[Start of Attachment]
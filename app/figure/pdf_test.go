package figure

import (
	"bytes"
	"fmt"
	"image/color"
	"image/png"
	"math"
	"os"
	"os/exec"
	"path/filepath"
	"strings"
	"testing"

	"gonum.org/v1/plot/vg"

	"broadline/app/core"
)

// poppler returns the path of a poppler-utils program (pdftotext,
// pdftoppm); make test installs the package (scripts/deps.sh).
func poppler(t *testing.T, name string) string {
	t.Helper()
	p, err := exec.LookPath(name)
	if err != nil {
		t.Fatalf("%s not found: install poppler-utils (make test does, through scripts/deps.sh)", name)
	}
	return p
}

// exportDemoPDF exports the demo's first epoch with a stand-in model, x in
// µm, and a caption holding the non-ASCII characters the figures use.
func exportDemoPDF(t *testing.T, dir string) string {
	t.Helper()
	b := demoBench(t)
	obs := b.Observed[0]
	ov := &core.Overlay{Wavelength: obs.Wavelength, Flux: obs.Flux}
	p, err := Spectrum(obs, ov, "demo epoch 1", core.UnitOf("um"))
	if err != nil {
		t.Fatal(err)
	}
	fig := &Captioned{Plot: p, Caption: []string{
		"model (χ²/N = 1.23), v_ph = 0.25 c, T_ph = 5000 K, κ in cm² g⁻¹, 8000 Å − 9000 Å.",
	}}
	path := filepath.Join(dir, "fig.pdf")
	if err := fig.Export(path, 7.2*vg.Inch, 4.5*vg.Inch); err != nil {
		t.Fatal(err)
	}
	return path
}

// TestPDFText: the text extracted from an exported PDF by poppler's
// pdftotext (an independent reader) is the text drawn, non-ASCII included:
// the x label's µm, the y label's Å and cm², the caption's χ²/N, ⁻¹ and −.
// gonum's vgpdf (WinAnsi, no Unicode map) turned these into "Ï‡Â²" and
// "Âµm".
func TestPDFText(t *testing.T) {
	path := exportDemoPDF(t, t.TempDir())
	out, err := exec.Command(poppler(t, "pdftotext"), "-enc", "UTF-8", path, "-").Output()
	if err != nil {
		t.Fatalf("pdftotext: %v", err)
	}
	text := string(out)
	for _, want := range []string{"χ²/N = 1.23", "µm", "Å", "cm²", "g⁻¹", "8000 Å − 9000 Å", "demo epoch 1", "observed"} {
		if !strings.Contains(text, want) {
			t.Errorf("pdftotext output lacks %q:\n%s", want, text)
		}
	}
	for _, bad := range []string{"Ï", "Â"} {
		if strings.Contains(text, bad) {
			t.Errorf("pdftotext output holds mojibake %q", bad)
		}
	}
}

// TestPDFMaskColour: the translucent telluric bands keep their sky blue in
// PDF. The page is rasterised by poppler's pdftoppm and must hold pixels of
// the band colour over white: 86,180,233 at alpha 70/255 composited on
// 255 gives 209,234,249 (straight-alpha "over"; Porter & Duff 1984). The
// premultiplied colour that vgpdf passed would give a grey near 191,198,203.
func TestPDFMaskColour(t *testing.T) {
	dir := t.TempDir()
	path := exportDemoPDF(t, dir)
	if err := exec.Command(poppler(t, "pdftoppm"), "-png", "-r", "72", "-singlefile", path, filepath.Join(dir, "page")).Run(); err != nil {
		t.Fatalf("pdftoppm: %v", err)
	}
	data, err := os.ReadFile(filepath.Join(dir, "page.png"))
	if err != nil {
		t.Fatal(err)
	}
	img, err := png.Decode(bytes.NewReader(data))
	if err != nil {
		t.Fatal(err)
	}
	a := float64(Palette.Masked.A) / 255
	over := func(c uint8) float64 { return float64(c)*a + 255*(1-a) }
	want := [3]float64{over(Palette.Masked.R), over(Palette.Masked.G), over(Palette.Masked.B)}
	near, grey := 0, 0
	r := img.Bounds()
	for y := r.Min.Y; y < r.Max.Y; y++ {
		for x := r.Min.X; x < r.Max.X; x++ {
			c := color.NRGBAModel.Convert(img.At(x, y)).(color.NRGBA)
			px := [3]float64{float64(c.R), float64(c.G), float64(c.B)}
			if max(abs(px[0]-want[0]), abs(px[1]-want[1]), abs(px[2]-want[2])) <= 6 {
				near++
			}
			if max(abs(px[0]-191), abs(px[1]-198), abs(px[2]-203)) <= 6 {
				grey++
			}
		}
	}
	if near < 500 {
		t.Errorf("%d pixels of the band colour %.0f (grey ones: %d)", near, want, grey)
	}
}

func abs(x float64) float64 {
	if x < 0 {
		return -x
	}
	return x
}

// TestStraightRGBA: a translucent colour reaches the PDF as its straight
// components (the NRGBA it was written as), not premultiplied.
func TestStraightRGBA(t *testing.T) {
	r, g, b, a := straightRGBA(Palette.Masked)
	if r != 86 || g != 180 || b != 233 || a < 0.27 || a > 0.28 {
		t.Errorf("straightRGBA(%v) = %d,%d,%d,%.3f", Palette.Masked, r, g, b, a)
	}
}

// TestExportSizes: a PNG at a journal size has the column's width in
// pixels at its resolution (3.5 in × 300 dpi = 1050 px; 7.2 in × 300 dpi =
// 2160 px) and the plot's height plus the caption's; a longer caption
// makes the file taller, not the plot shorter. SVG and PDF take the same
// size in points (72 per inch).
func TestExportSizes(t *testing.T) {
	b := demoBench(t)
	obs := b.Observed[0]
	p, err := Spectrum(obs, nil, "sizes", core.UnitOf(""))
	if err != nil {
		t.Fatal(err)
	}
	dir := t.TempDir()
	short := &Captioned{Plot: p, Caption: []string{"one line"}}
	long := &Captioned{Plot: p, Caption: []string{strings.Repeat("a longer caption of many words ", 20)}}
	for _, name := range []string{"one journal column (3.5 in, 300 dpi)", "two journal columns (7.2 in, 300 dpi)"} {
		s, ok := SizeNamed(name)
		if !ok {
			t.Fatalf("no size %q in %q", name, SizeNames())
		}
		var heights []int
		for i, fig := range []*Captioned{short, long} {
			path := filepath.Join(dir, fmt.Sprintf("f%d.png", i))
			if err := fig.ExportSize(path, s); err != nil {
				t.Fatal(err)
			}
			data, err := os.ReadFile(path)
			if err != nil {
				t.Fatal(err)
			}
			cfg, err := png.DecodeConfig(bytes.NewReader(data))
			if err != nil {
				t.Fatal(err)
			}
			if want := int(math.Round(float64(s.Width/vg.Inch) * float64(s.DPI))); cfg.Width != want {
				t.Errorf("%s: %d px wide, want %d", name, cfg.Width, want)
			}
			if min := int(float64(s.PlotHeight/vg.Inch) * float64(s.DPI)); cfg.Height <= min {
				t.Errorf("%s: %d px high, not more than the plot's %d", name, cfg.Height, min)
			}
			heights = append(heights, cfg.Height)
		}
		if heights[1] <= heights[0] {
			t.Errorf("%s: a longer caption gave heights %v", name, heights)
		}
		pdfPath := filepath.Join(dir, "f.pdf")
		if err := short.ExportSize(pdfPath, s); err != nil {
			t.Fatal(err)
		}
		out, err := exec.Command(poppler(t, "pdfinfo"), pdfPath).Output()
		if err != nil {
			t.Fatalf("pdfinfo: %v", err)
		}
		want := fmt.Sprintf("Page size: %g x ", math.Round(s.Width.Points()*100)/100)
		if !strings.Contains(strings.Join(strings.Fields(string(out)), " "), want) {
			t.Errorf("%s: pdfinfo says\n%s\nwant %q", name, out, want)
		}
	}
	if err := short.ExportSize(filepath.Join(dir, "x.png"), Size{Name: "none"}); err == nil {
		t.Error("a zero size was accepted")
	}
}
[End of Attachment]
[Start of Attachment]
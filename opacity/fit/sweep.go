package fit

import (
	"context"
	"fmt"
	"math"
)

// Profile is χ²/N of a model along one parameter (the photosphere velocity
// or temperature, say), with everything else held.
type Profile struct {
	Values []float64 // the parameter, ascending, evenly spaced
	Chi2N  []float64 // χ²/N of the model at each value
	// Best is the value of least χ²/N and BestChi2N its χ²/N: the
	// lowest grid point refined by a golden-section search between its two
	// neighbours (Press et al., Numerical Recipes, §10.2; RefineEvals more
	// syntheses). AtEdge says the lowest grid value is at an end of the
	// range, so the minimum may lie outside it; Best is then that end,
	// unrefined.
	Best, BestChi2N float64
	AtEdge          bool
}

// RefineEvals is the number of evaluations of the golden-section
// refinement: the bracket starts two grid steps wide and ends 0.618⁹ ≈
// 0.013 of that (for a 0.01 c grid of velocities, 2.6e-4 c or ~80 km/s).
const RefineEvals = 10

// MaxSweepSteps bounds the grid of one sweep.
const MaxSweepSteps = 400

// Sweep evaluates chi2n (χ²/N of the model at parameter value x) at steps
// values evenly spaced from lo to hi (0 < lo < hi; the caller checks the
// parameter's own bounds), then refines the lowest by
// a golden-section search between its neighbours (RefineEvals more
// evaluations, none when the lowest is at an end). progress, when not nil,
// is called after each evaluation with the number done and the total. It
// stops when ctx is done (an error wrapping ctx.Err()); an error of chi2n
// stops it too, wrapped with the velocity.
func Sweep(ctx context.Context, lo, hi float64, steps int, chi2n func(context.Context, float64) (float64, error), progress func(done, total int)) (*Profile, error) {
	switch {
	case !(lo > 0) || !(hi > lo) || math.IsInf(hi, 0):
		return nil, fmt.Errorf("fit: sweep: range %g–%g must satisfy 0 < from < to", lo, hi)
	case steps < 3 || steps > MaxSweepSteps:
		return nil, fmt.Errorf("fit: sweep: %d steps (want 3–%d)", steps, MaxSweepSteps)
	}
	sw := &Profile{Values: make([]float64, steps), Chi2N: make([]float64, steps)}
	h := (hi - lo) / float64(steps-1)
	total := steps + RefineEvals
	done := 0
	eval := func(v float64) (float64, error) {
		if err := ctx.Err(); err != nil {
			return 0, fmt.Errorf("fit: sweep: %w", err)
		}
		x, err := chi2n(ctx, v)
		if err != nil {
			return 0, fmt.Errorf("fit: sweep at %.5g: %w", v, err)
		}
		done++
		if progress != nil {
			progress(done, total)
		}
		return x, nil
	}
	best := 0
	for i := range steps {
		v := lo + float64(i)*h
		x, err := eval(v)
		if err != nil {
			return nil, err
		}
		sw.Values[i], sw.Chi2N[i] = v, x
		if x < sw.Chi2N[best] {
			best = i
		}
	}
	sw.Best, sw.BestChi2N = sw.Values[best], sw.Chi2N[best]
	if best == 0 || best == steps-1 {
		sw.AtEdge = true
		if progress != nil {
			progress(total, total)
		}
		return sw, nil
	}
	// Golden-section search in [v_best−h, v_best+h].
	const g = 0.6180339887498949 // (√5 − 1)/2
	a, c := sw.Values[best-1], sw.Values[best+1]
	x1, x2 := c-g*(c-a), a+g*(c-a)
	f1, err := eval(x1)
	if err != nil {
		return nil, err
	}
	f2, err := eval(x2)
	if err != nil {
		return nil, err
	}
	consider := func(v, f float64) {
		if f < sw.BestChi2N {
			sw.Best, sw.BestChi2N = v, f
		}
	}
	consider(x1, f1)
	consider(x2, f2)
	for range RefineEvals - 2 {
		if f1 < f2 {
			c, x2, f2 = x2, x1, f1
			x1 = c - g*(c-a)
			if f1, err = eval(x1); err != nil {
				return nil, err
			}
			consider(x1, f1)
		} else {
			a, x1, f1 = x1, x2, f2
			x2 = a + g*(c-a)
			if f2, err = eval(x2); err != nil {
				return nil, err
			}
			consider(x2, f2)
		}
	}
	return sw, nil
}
[End of Attachment]
### Exercise
A copy of each line above that holds the word "Palette" is the expected answer.

### Task output
	a := float64(Palette.Masked.A) / 255
	want := [3]float64{over(Palette.Masked.R), over(Palette.Masked.G), over(Palette.Masked.B)}
	r, g, b, a := straightRGBA(Palette.Masked)
		t.Errorf("straightRGBA(%v) = %d,%d,%d,%.3f", Palette.Masked, r, g, b, a)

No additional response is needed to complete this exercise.